--- PROVIDED RECORDS ---

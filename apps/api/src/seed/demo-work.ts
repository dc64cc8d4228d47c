import { omega, openPairReadingsFromLegs, ratedLegUF, shortedReadingsFromLegs, type Triple } from '@varden/engineering';
import type { ChecklistItem, ReadingInput, WalkthroughBank, WorkOrderKind, WorkOrderState } from '@varden/schemas';
import { and, eq, sql } from 'drizzle-orm';
import sharp from 'sharp';
import type { SessionUser } from '../access/current-user';
import type { AppContext } from '../context';
import { banks, flags, inspectionPlans, sites, users, workOrders, workOrderTransitions } from '../db/schema/index';
import { raiseCorrectiveOrder } from '../modules/flags/flags.service';
import { addPhoto } from '../modules/photos/photos.service';
import { inspectionInstructions } from '../modules/plans/due-inspections';
import { recordReading } from '../modules/readings/readings.service';
import { withAccess } from '../modules/users/repository';
import { walkthroughBankOf } from '../modules/work-orders/bank-tree.repository';
import { addDays, addMonths, utcDate } from '../modules/work-orders/calendar';
import type { ReadingInputValue } from '../modules/readings/evaluation-types';

/**
 * The demo's work (../shared/demo-scenario.md): an inspection plan every six months per bank
 * and three years of orders behind it, with readings evaluated by the readings service exactly
 * as a phone's would be. Everything is invented. The story:
 * - Alder Quay Bank A: step 3's capacitors lose about 12 % over the three years, so its tuning
 *   frequency creeps from 189 Hz towards 200 Hz; the latest inspection (awaiting review) finds
 *   them past the replace threshold.
 * - Alder Quay Bank B: step 2's unit has its over-pressure disconnector operated (a leg reads
 *   near zero); the inspection awaits review and a corrective order is dispatched.
 * - Brinmoor: the step 2 contactor is at about 85 % of its electrical endurance and a step 3
 *   fuse blew last month; a technician is on site with the corrective order for it.
 * - Castellan: every unit ages about 1.5 % a year and step 5's unit is unbalanced (max/min
 *   about 1.09); a supervisor sent the latest inspection back to re-measure it.
 */

type Method = 'open-pairs' | 'shorted' | 'line-currents';

interface BankStory {
  site: string;
  bank: string;
  method: Method;
  /** Technicians taking turns, by e-mail. */
  technicians: string[];
  planner: string;
  /** Deviation from nameplate (%) of a unit `years` before today. */
  deviationPct: (step: number, position: number, years: number) => number;
  /** Leg factors (C12, C23, C31) of a unit, for a fault in one leg. */
  legFactors?: (step: number, position: number, years: number) => Triple;
  /** Contactor operations per year, by step. */
  operationsPerYear: (step: number) => number;
  controllerPf: number;
  /** The load the controller showed beside its PF, when the technician noted it (kW). */
  loadKw?: number;
  voltageThdPct: number;
}

const supervisors = ['supervisor@demo.varden.test', 'amadou.whitloe@demo.varden.test'];

/** Small fixed scatter, the same at every seeding: a hash of the inputs mapped to −1 … 1. */
function scatter(...parts: number[]): number {
  let h = 2166136261;
  for (const p of parts) {
    h ^= Math.round(p * 1000);
    h = Math.imul(h, 16777619);
  }
  return ((h >>> 0) % 2001) / 1000 - 1;
}

const stories: BankStory[] = [
  {
    site: 'Alder Quay Cold Store',
    bank: 'Bank A',
    method: 'open-pairs',
    technicians: ['technician@demo.varden.test', 'bex.ardalan@demo.varden.test'],
    planner: 'planner@demo.varden.test',
    // Step 3 loses about 12 % over three years, a little faster lately; the others age slowly.
    deviationPct: (step, position, years) =>
      step === 3 ? -12 * Math.pow(Math.max(0, 3 - years) / 3, 1.3) + 0.2 * scatter(step, position, years) : -0.6 - 0.3 * (3 - years) + 0.4 * scatter(step, position, years),
    operationsPerYear: (step) => 7000 - step * 600,
    controllerPf: 0.95,
    voltageThdPct: 2.8,
  },
  {
    site: 'Alder Quay Cold Store',
    bank: 'Bank B',
    method: 'open-pairs',
    technicians: ['bex.ardalan@demo.varden.test', 'technician@demo.varden.test'],
    planner: 'planner@demo.varden.test',
    deviationPct: (step, position, years) => -1 - 0.5 * (3 - years) + 0.4 * scatter(step, position, years),
    // Step 2's disconnector operated since the last inspection: one leg is all but gone.
    legFactors: (step, _position, years) => (step === 2 && years < 0.1 ? [1, 1, 0.005] : [1, 1, 1]),
    operationsPerYear: (step) => 4500 - step * 400,
    controllerPf: 0.93,
    voltageThdPct: 2.6,
  },
  {
    site: 'Brinmoor Pumping Station',
    bank: 'Pump hall bank',
    method: 'line-currents',
    technicians: ['nils.okoro-reyes@demo.varden.test'],
    planner: 'ysolde.farrant@demo.varden.test',
    // Slow ageing: a 14 % step tuned at 133.6 Hz comes within 10 % of the 3rd harmonic after about 2 % loss.
    deviationPct: (step, position, years) => -0.3 - 0.3 * (3 - years) + 0.2 * scatter(step, position, years),
    // Step 2 switches far more often than the rest: about 85 % of 100 000 operations by last month.
    operationsPerYear: (step) => (step === 2 ? 12_800 : 5200 - step * 300),
    controllerPf: 0.91,
    voltageThdPct: 4.4,
  },
  {
    site: 'Castellan Polymers, Plant 2',
    bank: 'Extruder bank',
    method: 'shorted',
    technicians: ['priya.lindqvale@demo.varden.test'],
    planner: 'planner@demo.varden.test',
    deviationPct: (step, position, years) => -0.2 - 1.5 * (3 - years) + 0.2 * scatter(step, position, years),
    // Step 5's C23 leg falls behind the other two: max/min grows to about 1.09.
    legFactors: (step, _position, years) => {
      const u = Math.min(1, Math.max(0, 3 - years) / 3);
      return step === 5 ? [1 + 0.035 * u, 1 - 0.05 * u, 1 + 0.035 * u] : [1, 1, 1];
    },
    operationsPerYear: (step) => 9000 - step * 500,
    controllerPf: 0.94,
    // The extruder line's technicians note the load beside the controller's PF.
    loadKw: 900,
    voltageThdPct: 3.1,
  },
];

---

=== ABOUT THIS TASK ===
Your task is to set down all of the entries exactly as they appear.

=== SOLUTION FOR THIS EXERCISE ===
filename apps/api/src/seed/demo-work.ts
repository dc64cc8d4228d47c
import { omega, openPairReadingsFromLegs, ratedLegUF, shortedReadingsFromLegs, type Triple } from '@varden/engineering';
import type { ChecklistItem, ReadingInput, WalkthroughBank, WorkOrderKind, WorkOrderState } from '@varden/schemas';
import { and, eq, sql } from 'drizzle-orm';
import sharp from 'sharp';
import type { SessionUser } from '../access/current-user';
import type { AppContext } from '../context';
import { banks, flags, inspectionPlans, sites, users, workOrders, workOrderTransitions } from '../db/schema/index';
import { raiseCorrectiveOrder } from '../modules/flags/flags.service';
import { addPhoto } from '../modules/photos/photos.service';
import { inspectionInstructions } from '../modules/plans/due-inspections';
import { recordReading } from '../modules/readings/readings.service';
import { withAccess } from '../modules/users/repository';
import { walkthroughBankOf } from '../modules/work-orders/bank-tree.repository';
import { addDays, addMonths, utcDate } from '../modules/work-orders/calendar';
import type { ReadingInputValue } from '../modules/readings/evaluation-types';

/**
 * The demo's work (../shared/demo-scenario.md): an inspection plan every six months per bank
 * and three years of orders behind it, with readings evaluated by the readings service exactly
 * as a phone's would be. Everything is invented. The story:
 * - Alder Quay Bank A: step 3's capacitors lose about 12 % over the three years, so its tuning
 *   frequency creeps from 189 Hz towards 200 Hz; the latest inspection (awaiting review) finds
 *   them past the replace threshold.
 * - Alder Quay Bank B: step 2's unit has its over-pressure disconnector operated (a leg reads
 *   near zero); the inspection awaits review and a corrective order is dispatched.
 * - Brinmoor: the step 2 contactor is at about 85 % of its electrical endurance and a step 3
 *   fuse blew last month; a technician is on site with the corrective order for it.
 * - Castellan: every unit ages about 1.5 % a year and step 5's unit is unbalanced (max/min
 *   about 1.09); a supervisor sent the latest inspection back to re-measure it.
 */

type Method = 'open-pairs' | 'shorted' | 'line-currents';

interface BankStory {
  site: string;
  bank: string;
  method: Method;
  /** Technicians taking turns, by e-mail. */
  technicians: string[];
  planner: string;
  /** Deviation from nameplate (%) of a unit `years` before today. */
  deviationPct: (step: number, position: number, years: number) => number;
  /** Leg factors (C12, C23, C31) of a unit, for a fault in one leg. */
  legFactors?: (step: number, position: number, years: number) => Triple;
  /** Contactor operations per year, by step. */
  operationsPerYear: (step: number) => number;
  controllerPf: number;
  /** The load the controller showed beside its PF, when the technician noted it (kW). */
  loadKw?: number;
  voltageThdPct: number;
}

const supervisors = ['supervisor@demo.varden.test', 'amadou.whitloe@demo.varden.test'];

/** Small fixed scatter, the same at every seeding: a hash of the inputs mapped to −1 … 1. */
function scatter(...parts: number[]): number {
  let h = 2166136261;
  for (const p of parts) {
    h ^= Math.round(p * 1000);
    h = Math.imul(h, 16777619);
  }
  return ((h >>> 0) % 2001) / 1000 - 1;
}

const stories: BankStory[] = [
  {
    site: 'Alder Quay Cold Store',
    bank: 'Bank A',
    method: 'open-pairs',
    technicians: ['technician@demo.varden.test', 'bex.ardalan@demo.varden.test'],
    planner: 'planner@demo.varden.test',
    // Step 3 loses about 12 % over three years, a little faster lately; the others age slowly.
    deviationPct: (step, position, years) =>
      step === 3 ? -12 * Math.pow(Math.max(0, 3 - years) / 3, 1.3) + 0.2 * scatter(step, position, years) : -0.6 - 0.3 * (3 - years) + 0.4 * scatter(step, position, years),
    operationsPerYear: (step) => 7000 - step * 600,
    controllerPf: 0.95,
    voltageThdPct: 2.8,
  },
  {
    site: 'Alder Quay Cold Store',
    bank: 'Bank B',
    method: 'open-pairs',
    technicians: ['bex.ardalan@demo.varden.test', 'technician@demo.varden.test'],
    planner: 'planner@demo.varden.test',
    deviationPct: (step, position, years) => -1 - 0.5 * (3 - years) + 0.4 * scatter(step, position, years),
    // Step 2's disconnector operated since the last inspection: one leg is all but gone.
    legFactors: (step, _position, years) => (step === 2 && years < 0.1 ? [1, 1, 0.005] : [1, 1, 1]),
    operationsPerYear: (step) => 4500 - step * 400,
    controllerPf: 0.93,
    voltageThdPct: 2.6,
  },
  {
    site: 'Brinmoor Pumping Station',
    bank: 'Pump hall bank',
    method: 'line-currents',
    technicians: ['nils.okoro-reyes@demo.varden.test'],
    planner: 'ysolde.farrant@demo.varden.test',
    // Slow ageing: a 14 % step tuned at 133.6 Hz comes within 10 % of the 3rd harmonic after about 2 % loss.
    deviationPct: (step, position, years) => -0.3 - 0.3 * (3 - years) + 0.2 * scatter(step, position, years),
    // Step 2 switches far more often than the rest: about 85 % of 100 000 operations by last month.
    operationsPerYear: (step) => (step === 2 ? 12_800 : 5200 - step * 300),
    controllerPf: 0.91,
    voltageThdPct: 4.4,
  },
  {
    site: 'Castellan Polymers, Plant 2',
    bank: 'Extruder bank',
    method: 'shorted',
    technicians: ['priya.lindqvale@demo.varden.test'],
    planner: 'planner@demo.varden.test',
    deviationPct: (step, position, years) => -0.2 - 1.5 * (3 - years) + 0.2 * scatter(step, position, years),
    // Step 5's C23 leg falls behind the other two: max/min grows to about 1.09.
    legFactors: (step, _position, years) => {
      const u = Math.min(1, Math.max(0, 3 - years) / 3);
      return step === 5 ? [1 + 0.035 * u, 1 - 0.05 * u, 1 + 0.035 * u] : [1, 1, 1];
    },
    operationsPerYear: (step) => 9000 - step * 500,
    controllerPf: 0.94,
    // The extruder line's technicians note the load beside the controller's PF.
    loadKw: 900,
    voltageThdPct: 3.1,
  },
];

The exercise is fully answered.